<<<<

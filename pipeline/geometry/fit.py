"""Fit the ground model from the labelled boxes: horizon, per-image offsets, class ratios, camera height."""

from __future__ import annotations

import math
from collections.abc import Mapping

import numpy as np

from ..dataset import Dataset
from ..errors import DatasetError
from .boxes import collect_boxes, usable_boxes
from .model import MIN_FIT_BOXES, ClassGround, GroundModel
from .priors import normalise_class_name, prior_heights
from .solve import irls, ransac_horizon

PRIOR_LOG_SD = 0.15
"""Spread (sd of log height) given to a class scaled from its prior height: Hoiem et al.'s car prior has
sd 0.21 m on 1.59 m (0.13), rounded up because the prior is a class-wide guess, not this data's mean."""

MIN_SPREAD = 0.02
"""Floor of a fitted class's spread: box edges are labelled to about a pixel, 2% of a 50 px box, so a
tighter band would reject boxes for their labelling noise."""


def fit_ground(
    dataset: Dataset,
    *,
    priors: Mapping[str, float] | None = None,
    rng: np.random.Generator | int | None = 0,
    min_boxes: int = MIN_FIT_BOXES,
) -> GroundModel:
    """Fit the horizon row and each class's height ratio ``H / h_cam`` from the labelled boxes.

    Steps: (1) keep usable boxes (see :func:`usable_boxes`); (2) RANSAC over horizon hypotheses, each
    made from two boxes of one class (the line through them meets ``h = 0`` at the horizon), scored by
    a truncated quadratic loss of ``log(h / (r_c (v_b - v_h)))`` with every class's ratio set to the
    median for that horizon; (3) iteratively reweighted Gauss-Newton with Tukey's biweight on the
    horizon, the log ratios and one horizon offset per image, so occluded or mislabelled boxes stop
    counting; the offsets are shrunk toward zero by a normal prior whose spread is re-estimated each
    round (expectation-maximisation for a random effect); (4) classes with fewer than ``min_boxes``
    usable boxes get ``prior height / camera height``, where the camera height is the log-mean of
    ``H_prior / r_c`` over the fitted classes with a prior height, weighted by boxes used.

    Parameters
    ----------
    dataset : Dataset
        All images must share one size.
    priors : mapping of str to float, optional
        Real class heights in metres, overriding or extending :data:`PRIOR_HEIGHTS_M`.
    rng : numpy Generator, int or None
        Randomness of the RANSAC sampling.
    min_boxes : int
        Usable boxes a class needs to be fitted rather than scaled from its prior.

    Returns
    -------
    GroundModel

    Raises
    ------
    DatasetError
        Mixed image sizes, or no class with ``min_boxes`` usable boxes.
    ValueError
        A bad prior height or ``min_boxes < 2``.

    References
    ----------
    Hoiem, Efros, Hebert, "Putting Objects in Perspective", CVPR 2006 / IJCV 2008.
    Fischler, Bolles, "Random Sample Consensus", CACM 24(6), 1981.
    """
    # 1. check inputs and collect usable boxes
    if min_boxes < 2:
        raise ValueError(f"min_boxes must be >= 2, got {min_boxes}")
    table = prior_heights(priors)
    width, height = _one_image_size(dataset)
    per_class = usable_boxes(dataset)
    fitted_names = [name for name, (b, _) in per_class.items() if len(b) >= min_boxes]
    if not fitted_names:
        counts = ", ".join(f"{n} {len(b)}" for n, (b, _) in per_class.items())
        raise DatasetError(
            dataset.source or "<dataset>",
            "annotations",
            f"no class has {min_boxes} usable boxes (not crowd, not touching the image border) to fit the "
            f"ground model from (usable: {counts})",
        )
    boxes, image_ids = collect_boxes(dataset, fitted_names)

    # 2. RANSAC for a starting horizon
    start = ransac_horizon(boxes, len(fitted_names), height, np.random.default_rng(rng))

    # 3. robust refinement with per-image horizons
    fit = irls(boxes, len(fitted_names), len(image_ids), start, image_height=height)
    classes: dict[str, ClassGround] = {}
    for i, name in enumerate(fitted_names):
        own = (boxes.cls == i) & np.isfinite(fit.residual)
        mad = float(np.median(np.abs(fit.residual[own] - np.median(fit.residual[own]))))
        classes[name] = ClassGround(
            height_ratio=float(np.exp(fit.log_ratio[i])),
            spread=max(1.4826 * mad, MIN_SPREAD),
            n_boxes=int(np.count_nonzero(fit.weights[boxes.cls == i] > 0)),
            source="fitted",
        )
    supported = np.bincount(boxes.image[fit.weights > 0], minlength=len(image_ids)) > 0
    image_horizons = {image_ids[i]: fit.horizon + float(fit.offsets[i]) for i in range(len(image_ids)) if supported[i]}

    # 4. camera height from fitted classes with a prior, then prior classes
    camera_height, camera_sd = _camera_height(classes, table)
    if camera_height is not None:
        for name, (bottom, _) in per_class.items():
            prior = table.get(normalise_class_name(name))
            if name in classes or prior is None:
                continue
            classes[name] = ClassGround(
                height_ratio=prior / camera_height,
                spread=math.hypot(PRIOR_LOG_SD, camera_sd),
                n_boxes=len(bottom),
                source="prior",
            )
    used_priors = {name: table[normalise_class_name(name)] for name in per_class if normalise_class_name(name) in table}
    return GroundModel(
        horizon_row=fit.horizon,
        classes={name: classes[name] for name in per_class if name in classes},
        camera_height_m=camera_height,
        image_width=width,
        image_height=height,
        prior_heights_m=used_priors,
        image_horizons=image_horizons,
        horizon_sd_px=fit.horizon_sd,
    )


def _one_image_size(dataset: Dataset) -> tuple[int, int]:
    sizes: dict[tuple[int, int], int] = {}
    for scene in dataset.scenes:
        sizes[(scene.width, scene.height)] = sizes.get((scene.width, scene.height), 0) + 1
    if len(sizes) != 1:
        found = ", ".join(f"{w}x{h} ({n} images)" for (w, h), n in sizes.items()) or "no images"
        raise DatasetError(
            dataset.source or "<dataset>",
            "images",
            f"the ground model needs images of one size (one camera); found {found}",
        )
    return next(iter(sizes))


def _camera_height(classes: Mapping[str, ClassGround], table: Mapping[str, float]) -> tuple[float | None, float]:
    """Log-mean of ``H_prior / r_c`` over fitted classes with a prior (weighted by boxes used), and its sd."""
    logs, weights = [], []
    for name, cls in classes.items():
        prior = table.get(normalise_class_name(name))
        if prior is not None and cls.n_boxes > 0:
            logs.append(math.log(prior / cls.height_ratio))
            weights.append(cls.n_boxes)
    if not logs:
        return None, 0.0
    mean = float(np.average(logs, weights=weights))
    sd = float(np.sqrt(np.average((np.asarray(logs) - mean) ** 2, weights=weights)))
    return math.exp(mean), sd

>>>>

Return the entries above, every line intact.

| The completed task |
filename pipeline/geometry/fit.py
"""Fit the ground model from the labelled boxes: horizon, per-image offsets, class ratios, camera height."""

from __future__ import annotations

import math
from collections.abc import Mapping

import numpy as np

from ..dataset import Dataset
from ..errors import DatasetError
from .boxes import collect_boxes, usable_boxes
from .model import MIN_FIT_BOXES, ClassGround, GroundModel
from .priors import normalise_class_name, prior_heights
from .solve import irls, ransac_horizon

PRIOR_LOG_SD = 0.15
"""Spread (sd of log height) given to a class scaled from its prior height: Hoiem et al.'s car prior has
sd 0.21 m on 1.59 m (0.13), rounded up because the prior is a class-wide guess, not this data's mean."""

MIN_SPREAD = 0.02
"""Floor of a fitted class's spread: box edges are labelled to about a pixel, 2% of a 50 px box, so a
tighter band would reject boxes for their labelling noise."""


def fit_ground(
    dataset: Dataset,
    *,
    priors: Mapping[str, float] | None = None,
    rng: np.random.Generator | int | None = 0,
    min_boxes: int = MIN_FIT_BOXES,
) -> GroundModel:
    """Fit the horizon row and each class's height ratio ``H / h_cam`` from the labelled boxes.

    Steps: (1) keep usable boxes (see :func:`usable_boxes`); (2) RANSAC over horizon hypotheses, each
    made from two boxes of one class (the line through them meets ``h = 0`` at the horizon), scored by
    a truncated quadratic loss of ``log(h / (r_c (v_b - v_h)))`` with every class's ratio set to the
    median for that horizon; (3) iteratively reweighted Gauss-Newton with Tukey's biweight on the
    horizon, the log ratios and one horizon offset per image, so occluded or mislabelled boxes stop
    counting; the offsets are shrunk toward zero by a normal prior whose spread is re-estimated each
    round (expectation-maximisation for a random effect); (4) classes with fewer than ``min_boxes``
    usable boxes get ``prior height / camera height``, where the camera height is the log-mean of
    ``H_prior / r_c`` over the fitted classes with a prior height, weighted by boxes used.

    Parameters
    ----------
    dataset : Dataset
        All images must share one size.
    priors : mapping of str to float, optional
        Real class heights in metres, overriding or extending :data:`PRIOR_HEIGHTS_M`.
    rng : numpy Generator, int or None
        Randomness of the RANSAC sampling.
    min_boxes : int
        Usable boxes a class needs to be fitted rather than scaled from its prior.

    Returns
    -------
    GroundModel

    Raises
    ------
    DatasetError
        Mixed image sizes, or no class with ``min_boxes`` usable boxes.
    ValueError
        A bad prior height or ``min_boxes < 2``.

    References
    ----------
    Hoiem, Efros, Hebert, "Putting Objects in Perspective", CVPR 2006 / IJCV 2008.
    Fischler, Bolles, "Random Sample Consensus", CACM 24(6), 1981.
    """
    # 1. check inputs and collect usable boxes
    if min_boxes < 2:
        raise ValueError(f"min_boxes must be >= 2, got {min_boxes}")
    table = prior_heights(priors)
    width, height = _one_image_size(dataset)
    per_class = usable_boxes(dataset)
    fitted_names = [name for name, (b, _) in per_class.items() if len(b) >= min_boxes]
    if not fitted_names:
        counts = ", ".join(f"{n} {len(b)}" for n, (b, _) in per_class.items())
        raise DatasetError(
            dataset.source or "<dataset>",
            "annotations",
            f"no class has {min_boxes} usable boxes (not crowd, not touching the image border) to fit the "
            f"ground model from (usable: {counts})",
        )
    boxes, image_ids = collect_boxes(dataset, fitted_names)

    # 2. RANSAC for a starting horizon
    start = ransac_horizon(boxes, len(fitted_names), height, np.random.default_rng(rng))

    # 3. robust refinement with per-image horizons
    fit = irls(boxes, len(fitted_names), len(image_ids), start, image_height=height)
    classes: dict[str, ClassGround] = {}
    for i, name in enumerate(fitted_names):
        own = (boxes.cls == i) & np.isfinite(fit.residual)
        mad = float(np.median(np.abs(fit.residual[own] - np.median(fit.residual[own]))))
        classes[name] = ClassGround(
            height_ratio=float(np.exp(fit.log_ratio[i])),
            spread=max(1.4826 * mad, MIN_SPREAD),
            n_boxes=int(np.count_nonzero(fit.weights[boxes.cls == i] > 0)),
            source="fitted",
        )
    supported = np.bincount(boxes.image[fit.weights > 0], minlength=len(image_ids)) > 0
    image_horizons = {image_ids[i]: fit.horizon + float(fit.offsets[i]) for i in range(len(image_ids)) if supported[i]}

    # 4. camera height from fitted classes with a prior, then prior classes
    camera_height, camera_sd = _camera_height(classes, table)
    if camera_height is not None:
        for name, (bottom, _) in per_class.items():
            prior = table.get(normalise_class_name(name))
            if name in classes or prior is None:
                continue
            classes[name] = ClassGround(
                height_ratio=prior / camera_height,
                spread=math.hypot(PRIOR_LOG_SD, camera_sd),
                n_boxes=len(bottom),
                source="prior",
            )
    used_priors = {name: table[normalise_class_name(name)] for name in per_class if normalise_class_name(name) in table}
    return GroundModel(
        horizon_row=fit.horizon,
        classes={name: classes[name] for name in per_class if name in classes},
        camera_height_m=camera_height,
        image_width=width,
        image_height=height,
        prior_heights_m=used_priors,
        image_horizons=image_horizons,
        horizon_sd_px=fit.horizon_sd,
    )


def _one_image_size(dataset: Dataset) -> tuple[int, int]:
    sizes: dict[tuple[int, int], int] = {}
    for scene in dataset.scenes:
        sizes[(scene.width, scene.height)] = sizes.get((scene.width, scene.height), 0) + 1
    if len(sizes) != 1:
        found = ", ".join(f"{w}x{h} ({n} images)" for (w, h), n in sizes.items()) or "no images"
        raise DatasetError(
            dataset.source or "<dataset>",
            "images",
            f"the ground model needs images of one size (one camera); found {found}",
        )
    return next(iter(sizes))


def _camera_height(classes: Mapping[str, ClassGround], table: Mapping[str, float]) -> tuple[float | None, float]:
    """Log-mean of ``H_prior / r_c`` over fitted classes with a prior (weighted by boxes used), and its sd."""
    logs, weights = [], []
    for name, cls in classes.items():
        prior = table.get(normalise_class_name(name))
        if prior is not None and cls.n_boxes > 0:
            logs.append(math.log(prior / cls.height_ratio))
            weights.append(cls.n_boxes)
    if not logs:
        return None, 0.0
    mean = float(np.average(logs, weights=weights))
    sd = float(np.sqrt(np.average((np.asarray(logs) - mean) ** 2, weights=weights)))
    return math.exp(mean), sd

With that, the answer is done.